The grand style, hitherto used to depict only grand themes—the life of Christ and the Saints, the exploits of Greek and Roman heroes, the deeds of emperors and kings—was adopted by Géricault to depict the sufferings of ordinary people who had no hope of fame or reward in this world or the next. The incident he chose from the story of the shipwreck is highly significant. He began by considering several possible scenes—the mutiny which took place after the raft had been adrift for two days, the survivors eating the bodies of their dead companions, or the more obvious moments when the raft was cut adrift, or when it was finally rescued. But he rejected all these in favor of a subject of greater psychological tension, showing the survivors sighting a distant ship and rallying all their strength to signal it.

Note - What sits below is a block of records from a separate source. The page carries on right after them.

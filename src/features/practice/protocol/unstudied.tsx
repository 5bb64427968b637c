import {
  gatesOf,
  type ReadingRules,
  sameGates,
  STANDARD_GATES,
  STANDARD_RULES,
} from '#shared/protocol/protocol.ts';
import { gateRange } from '#src/ui/gate-words.ts';
import { Caution } from '#src/ui/states.tsx';

/** What the study does not speak for; nothing where it speaks for all. */
export function Unstudied({ rules }: { rules: ReadingRules }) {
  const other = !sameGates(gatesOf(rules), STANDARD_GATES);
  const lowered = (['early', 'before', 'turnIn', 'flat'] as const).some(
    (limit) => rules[limit] < STANDARD_RULES[limit],
  );
  if (!other && !lowered) return null;
  return (
    <div className="mt-4 max-w-lead space-y-3">
      {other && (
        <Caution title={`Worked out for ${gateRange(STANDARD_GATES)} only.`}>
          The assumed errors, the smallest change that can be told from none, and how often an early
          turn is found hold for these gates. With others every reading says so, and its ± is a
          guide. Readings between different gates are not compared.
        </Caution>
      )}
      {lowered && (
        <Caution title="Less sure than the study.">
          A reading that needs less is found more often and is wrong more often. Every reading says
          so.
        </Caution>
      )}
    </div>
  );
}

This painful moment was described by Corréard and Savigny:

For about half an hour we were suspended between hope and fear; some thought they saw the ship become larger, and others affirmed that its course carried it away from us: these latter were the only ones whose eyes were not fascinated by hope, for the brig disappeared. From the delirium of joy, we fell into profound despondency and grief; we envied the fate of those whom we had seen perish at our side.

In depicting this false dawn of hope rather than the finality of rescue—when the survivors were surprised by the return of the brig some hours later—Géricault gave his picture an ambiguity which must surely have been intentional.

The men on the raft of the Medusa were not heroes in any normal sense of the word. No Spartan courage or Stoic self-control was displayed by any of them; they had behaved as men all too frequently do in moments of crisis, and those that survived did so simply from a ruthless will to live. They had suffered atrociously but in no good or noble cause; they were victims of jobbery and incompetence rather than of human or divine malevolence. But by painting them according to the conventions of the grand style, showing them with the physiques of Greek athletes and not as they had appeared when rescued—bearded, emaciated, covered with sores and wounds—Géricault raised their plight to a level of universal significance. He drew from the incident an ambiguous comment on the human condition.

In La Confession d’un enfant du siècle, Alfred de Musset records the youth of France saying in the years after the Restoration: “There is no more love. There is no more glory. A thick night covers the earth. And we shall be dead before the dawn.” Géricault seems to have shared this feeling, but without Musset’s sobbing self-pity. He represented the survivors of the raft as dispassionately as he had painted a wounded cuirassier retreating from the battlefield in 1814, or drawn, for a lithograph, soldiers on the retreat from Moscow. After Waterloo the glory of victory was tarnished. Endurance, rather than heroism, was admired. Some French writers and artists seem almost to have come to prefer the acrid bitterness of failure to the cloying sweetness of success.

The men in The Raft of the Medusa are closely related to all those defeated soldiers, imprisoned revolutionaries, misunderstood men of genius, mocked artists and writers, who recur in romantic art and literature. (Significantly, Géricault himself was to be cast in such a role even by the otherwise reliable Clément who stated, quite erroneously, that The Raft of the Medusa was universally condemned when first exhibited. By Clément’s time contemporary failure had become almost a prerequisite for posthumous success.)

In painting The Raft of the Medusa, Géricault accepted most of the conventions of the grand style while challenging the validity of the subject matter to which it had traditionally been applied. In this way he invited, indeed all but compelled, the public to question its attitudes to the perennial human problems of heroism, hope, despair, and suffering. The painting itself presents a necessarily ambiguous answer which could not be expressed in any other visual terms, still less in words. Hence the width of interpretation which can be placed on this great work of art and, also, its continuing relevance, its strange power to engage our feelings and disturb our thoughts.